Résidant en Grande-Bretagne depuis plus de 10 ans, ayant contribué chaque année à la fiscalité de ce grand pays que je connais bien puisque j’y ai fait mes études supérieures dans les années 90, je viens de prendre conscience que mes droits fondamentaux en tant que résident et citoyen européen sont menacés, qu’ils peuvent m’être retirés à tout moment à partir de 2019 au nom de la volonté du peuple britannique. Il y a deux semaines, j’ai appris avec une grande déception que la Chambre des Communes venait de refuser de garantir les droits de résidence aux ressortissants de l’Union Européenne installés dans le Royaume.

L’incompréhension me gagne.
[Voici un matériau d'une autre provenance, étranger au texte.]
/* |d_eff| of a solution at azimuth φ (θ fixed). */
static double
deff_at(dk_angle_problem *pb, dk_angle_solution *sol, double phi)
{
    dk_angle_solution t = *sol;
    t.phi_rad = phi;
    if (dk_angle_describe(pb, &t, NULL))
        return -1;
    return isfinite(t.deff_pm_per_v) ? t.deff_pm_per_v : -1;
}

/* The φ maximising |d_eff|: grid, then golden-section refinement. */
double
dk_angle_best_phi(dk_angle_problem *pb, dk_angle_solution *sol)
{
    double best = 0, fbest = -2;
    for (int k = 0; k < PHI_SCAN; k++) {
        double phi = 2 * M_PI * k / PHI_SCAN;
        double f = deff_at(pb, sol, phi);
        if (f > fbest + 1e-12)
            fbest = f, best = phi;
    }
    double a = best - 2 * M_PI / PHI_SCAN, b = best + 2 * M_PI / PHI_SCAN;
    const double g = (sqrt(5.0) - 1) / 2;
    double x1 = b - g * (b - a), x2 = a + g * (b - a);
    double f1 = deff_at(pb, sol, x1), f2 = deff_at(pb, sol, x2);
    for (int it = 0; it < 60; it++) {
        if (f1 > f2) {
            b = x2, x2 = x1, f2 = f1;
            x1 = b - g * (b - a), f1 = deff_at(pb, sol, x1);
        } else {
            a = x1, x1 = x2, f1 = f2;
            x2 = a + g * (b - a), f2 = deff_at(pb, sol, x2);
        }
    }
    double phi = fmod(0.5 * (a + b) + 2 * M_PI, 2 * M_PI);
    if (deff_at(pb, sol, phi) < fbest)
        phi = best;
    sol->phi_rad = phi;
    dk_angle_describe(pb, sol, NULL);
    return phi;
}

/* Every combination of mode labels worth trying. */
static int
combinations(const dk_angle_problem *pb, char combos[8][4])
{
    const char *l = pb->crystal->optical_class == DK_BIAXIAL ? "sf" : "oe";
    int n = 0;
    for (int p = 0; p < 2; p++)
        for (int s = 0; s < 2; s++)
            for (int i = 0; i < 2; i++) {
                if (s == i && i == p)
                    continue;   /* all in one mode: no birefringence used */
                if (pb->shg && s > i)
                    continue;   /* same as the swapped type-II ordering */
                combos[n][0] = l[s], combos[n][1] = l[i], combos[n][2] = l[p];
                combos[n][3] = '\0';
                n++;
            }
    return n;
}

/* Two solutions are the same cut up to symmetry when their |d_eff| and
 * walk-offs agree. */
static int
same_cut(const dk_angle_solution *a, const dk_angle_solution *b)
{
    double da = a->deff_pm_per_v, db = b->deff_pm_per_v;
    int deff_same = (isnan(da) && isnan(db)) ||
                    fabs(da - db) <= 1e-6 * fmax(fabs(da), fabs(db)) + 1e-12;
    for (int k = 0; k < 3 && deff_same; k++)
        deff_same = fabs(a->walkoff_rad[k] - b->walkoff_rad[k]) < 1e-9;
    return deff_same;
}

/* Describe a root along one line; returns 1 when it is a solution. */
static int
root_solution(dk_angle_problem *pb, const char *pol, int vary_phi,
              double fixed, double x, const char *plane, int uniaxial,
              double phi_opt, dk_angle_solution *o)
{
    memset(o, 0, sizeof *o);
    memcpy(o->pol, pol, 4);
    snprintf(o->plane, sizeof o->plane, "%s", plane);
    o->theta_rad = vary_phi ? fixed : x;
    o->phi_rad = vary_phi ? x : fixed;
    if (uniaxial) {
        o->phi_rad = isfinite(phi_opt) ? phi_opt : dk_angle_best_phi(pb, o);
        return 1;
    }
    return dk_angle_describe(pb, o, NULL) == DK_OK;
}

static int
by_angle(const void *a, const void *b)
{
    const dk_angle_solution *x = a, *y = b;
    double u = strcmp(x->plane, "XY") ? x->theta_rad : x->phi_rad;
    double v = strcmp(y->plane, "XY") ? y->theta_rad : y->phi_rad;
    return (u > v) - (u < v);
}

/* Roots of Δk along θ (or φ when @vary_phi) at the fixed other angle,
 * with their twins (see dk_angle_solve). */
static dk_status
solve_line(dk_angle_problem *pb, const char *pol, int vary_phi, double fixed,
           const char *plane, int uniaxial, double phi_opt,
           dk_angle_solution *sol, int max, int *n, dk_error *err)
{
    scan_probe sp = {pb, pol, vary_phi, fixed};
    int collinear = pb->alpha_rad == 0;
    /* Collinear Δk is symmetric about 90°: scan half, mirror the roots. */
    double hi = collinear ? M_PI / 2 : (vary_phi ? M_PI * (1 - 1e-12) : M_PI);
    int nscan = collinear ? ANGLE_SCAN : 2 * ANGLE_SCAN;
    double roots[16];
    int nr;
    dk_status s = dk_roots_all(dk_along, &sp, 0, hi, nscan, ANGLE_TOL, roots,
                               16, &nr, err);
    if (s)
        return s;
    int first = *n;
    for (int r = 0; r < nr && *n < max; r++) {
        dk_angle_solution *o = &sol[*n];
        if (!root_solution(pb, pol, vary_phi, fixed, roots[r], plane,
                           uniaxial, phi_opt, o))
            continue;
        (*n)++;
        double twin = M_PI - roots[r];
        if (!collinear || fabs(twin - roots[r]) < 1e-9 || *n >= max ||
            (vary_phi && twin >= M_PI))
            continue;
        dk_angle_solution *t = &sol[*n];
        if (root_solution(pb, pol, vary_phi, fixed, twin, plane, uniaxial,
                          phi_opt, t) &&
            !same_cut(o, t))
            (*n)++;
    }
    qsort(sol + first, *n - first, sizeof *sol, by_angle);
    return DK_OK;
}

dk_status
dk_angle_solve(dk_angle_problem *pb, const dk_angle_search *opt,
               dk_angle_solution *sol, int max, int *n, dk_error *err)
{
    *n = 0;
    const dk_crystal *c = pb->crystal;
    if (c->optical_class == DK_ISOTROPIC)
        return dk_error_set(err, DK_EINVAL,
                            "%s is isotropic: it has no birefringence to "
                            "phase-match with; use quasi-phase matching "
                            "('deltak period')",
                            c->id);
    const char *only = opt ? opt->pol : NULL;
    double phi = opt ? opt->phi_rad : NAN;
    const char *plane = opt ? opt->plane : NULL;
    if (plane && c->optical_class != DK_BIAXIAL)
        return dk_error_set(err, DK_EINVAL,
                            "a principal plane applies to biaxial crystals; "
                            "%s is uniaxial (give --phi for the azimuth)",
                            c->id);
    if (plane && strcmp(plane, "XY") && strcmp(plane, "YZ") &&
        strcmp(plane, "XZ"))
        return dk_error_set(err, DK_EINVAL,
                            "plane '%s' must be XY, YZ or XZ", plane);
    char combos[8][4];
    int nc = combinations(pb, combos);
    for (int k = 0; k < nc; k++) {
        if (only && strncmp(only, combos[k], 3) != 0)
            continue;
        dk_status s = DK_OK;
        if (c->optical_class == DK_UNIAXIAL) {
            /* Δk does not depend on φ here; solve at φ = 0. */
            s = solve_line(pb, combos[k], 0, 0.0, "", 1, phi, sol, max, n,
                           err);
        } else if (isfinite(phi)) {
            s = solve_line(pb, combos[k], 0, phi, "", 0, NAN, sol, max, n,
                           err);
        } else {
            static const struct {
                const char *name;
                int vary_phi;
                double fixed;
            } planes[] = {{"XY", 1, M_PI / 2},
                          {"YZ", 0, M_PI / 2},
                          {"XZ", 0, 0.0}};
            for (size_t p = 0; p < 3 && !s; p++)
                if (!plane || !strcmp(plane, planes[p].name))
                    s = solve_line(pb, combos[k], planes[p].vary_phi,
                                   planes[p].fixed, planes[p].name, 0, NAN,
                                   sol, max, n, err);
        }
        if (s)
            return s;
    }
    return DK_OK;
}

dk_status
dk_angle_curve(dk_angle_problem *pb, const char pol[3], int nphi, int maxper,
               double *theta_rad, int *count, dk_error *err)
{
    if (nphi < 2 || maxper < 1)
        return dk_error_set(err, DK_EINVAL, "the curve needs at least two "
                                            "azimuths");
    for (int k = 0; k < nphi; k++) {
        scan_probe sp = {pb, pol, 0, M_PI / 2 * k / (nphi - 1)};
        dk_status s = dk_roots_all(dk_along, &sp, 0, M_PI / 2, ANGLE_SCAN / 2,
                                   ANGLE_TOL, theta_rad + k * maxper, maxper,
                                   &count[k], err);
        if (s)
            return s;
    }
    return DK_OK;
}

typedef struct temp_probe {
    dk_angle_problem *pb;
    const char *pol;
    double theta, phi;
} temp_probe;

static double
dk_of_temp(double t, void *p)
{
    temp_probe *tp = p;
    tp->pb->temp_c = t;
    return dk_angle_delta_k(tp->pb, tp->pol, tp->theta, tp->phi);
}

dk_status
dk_angle_ncpm_temperatures(dk_angle_problem *pb, const char pol[3],
                           double theta_rad, double phi_rad, double lo_c,
                           double hi_c, double *temps, int max, int *n,
                           dk_error *err)
{
    *n = 0;
    if (!dk_set_has_temperature(pb->set))
        return dk_error_set(err, DK_EINVAL,
                            "data set '%s' has no temperature dependence; "
                            "noncritical temperatures need one",
                            pb->set->name);
    double keep = pb->temp_c;
    temp_probe tp = {pb, pol, theta_rad, phi_rad};
    dk_status s = dk_roots_all(dk_of_temp, &tp, lo_c, hi_c, TEMP_SCAN, 1e-7,
                               temps, max, n, err);
    pb->temp_c = keep;
    return s;
}

/* The phase-matching θ for the current α nearest @guess; NAN if none.
 * Near a known root a small bracket around the guess is tried first. */
static double
theta_for_alpha(dk_angle_problem *pb, const char *pol, double phi,
                double guess)
{
    scan_probe sp = {pb, pol, 0, phi};
    if (isfinite(guess)) {
        double h = 2e-3, lo = fmax(0, guess - h), hi = fmin(M_PI, guess + h);
        double flo = dk_along(lo, &sp), fhi = dk_along(hi, &sp), r;
        if (isfinite(flo) && isfinite(fhi) && flo * fhi <= 0 &&
            !dk_root_bracketed(dk_along, &sp, lo, hi, ANGLE_TOL, &r, NULL))
            return r;
    }
    double roots[16];
    int nr;
    if (dk_roots_all(dk_along, &sp, 0, M_PI / 2, 900, ANGLE_TOL, roots, 16,
                     &nr, NULL) ||
        nr == 0)
        return NAN;
    double best = roots[0];
    for (int i = 1; i < nr; i++)
        if (!isfinite(guess) || fabs(roots[i] - guess) < fabs(best - guess))
            best = roots[i];
    return best;
}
Je vois défiler dans ma tête les grandes tragédies de l’histoire européenne : l’expulsion des juifs d’Angleterre, des Morisques d’Espagne, des Huguenots de France, des Grecs de l’Ionie, des Allemands de la Volga, des Tatars de Crimée, des Sudètes de Tchécoslovaquie, des Pieds Noirs au sud de la Méditerranée. Finalement, un statut, une nationalité, un poste ne protègent pas l’individu de la démocratie, of the Will of People, pour reprendre les tabloïds nationalistes et xénophobes de cette nouvelle Angleterre méconnaissable.

J’ai appris l’anglais, je n’ai jamais profité des allocations généreuses de ce pays, je vais rarement chez le médecin, je paie chaque année mes impôts, je respecte et admire les institutions de cette nation, je n’ai jamais été intégriste ni fraudeur, j’ai épousé les valeurs britanniques mais étant français, je n’ai jamais senti la nécessité de demander la nationalité. Ô quelle erreur d’avoir pris une année sabbatique en Espagne en 2015, année d’absence qui m’interdit désormais de faire une demande de résidence même si je suis professeur dans une université londonienne depuis 11 ans !

Je dois comprendre que je représente avec les trois autres millions d’Européens une monnaie d’échange dans les prochaines négociations entre l’Union Européenne et le Royaume-Uni. En théorie, je pourrais le concevoir puisque la Grande-Bretagne serait dans une mauvaise passe politique sur l’échiquier mondial. Néanmoins le mal est fait. Ma situation devient précaire et pour la première fois, je ressens la portée des discours anti-immigration. Nul n’est à l’abri de nettoyages de population, qu’il soit violent ou non. Je ne suis plus chez moi. My home is no longer my home. Un retour en France, parmi les miens ne serait-il pas préférable ?

L’Angleterre, cette grande nation marchande qui a inventé la démocratie parlementaire est prise en otage par une presse virulente et par une petite clique de politiciens arrogants nostalgiques d’une grandeur passée. Derrière les airs humbles de Theresa May, se cache une personne redoutable, préférant sacrifier les intérêts de son grand peuple pour ses propres ambitions professionnelles. Il en va de même avec le leader de l’opposition, le leader pro-Hamas Jeremy Corbyn.

Heureusement qu’il y a cette chambre haute, celle des Lords, les représentants non élus, futurs ennemis de la nation pour le Daily Mail. Ces Lords peuvent prendre leurs décisions en toute conscience puisqu’ils n’ont point à affronter le vote populaire ni la sanction partisane. Je me surprends à tirer une telle conclusion : les Lords, champions de l’inégalité sociale, sont devenus les seuls politiciens courageux, soucieux de l’avenir économique et politique de leur pays et garants des droits de tous les résidents du Royaume. Quelle ironie !

FΩRMIdea Londres, le 3 mars 2017. Texte publié aussi dans le Huffington Post.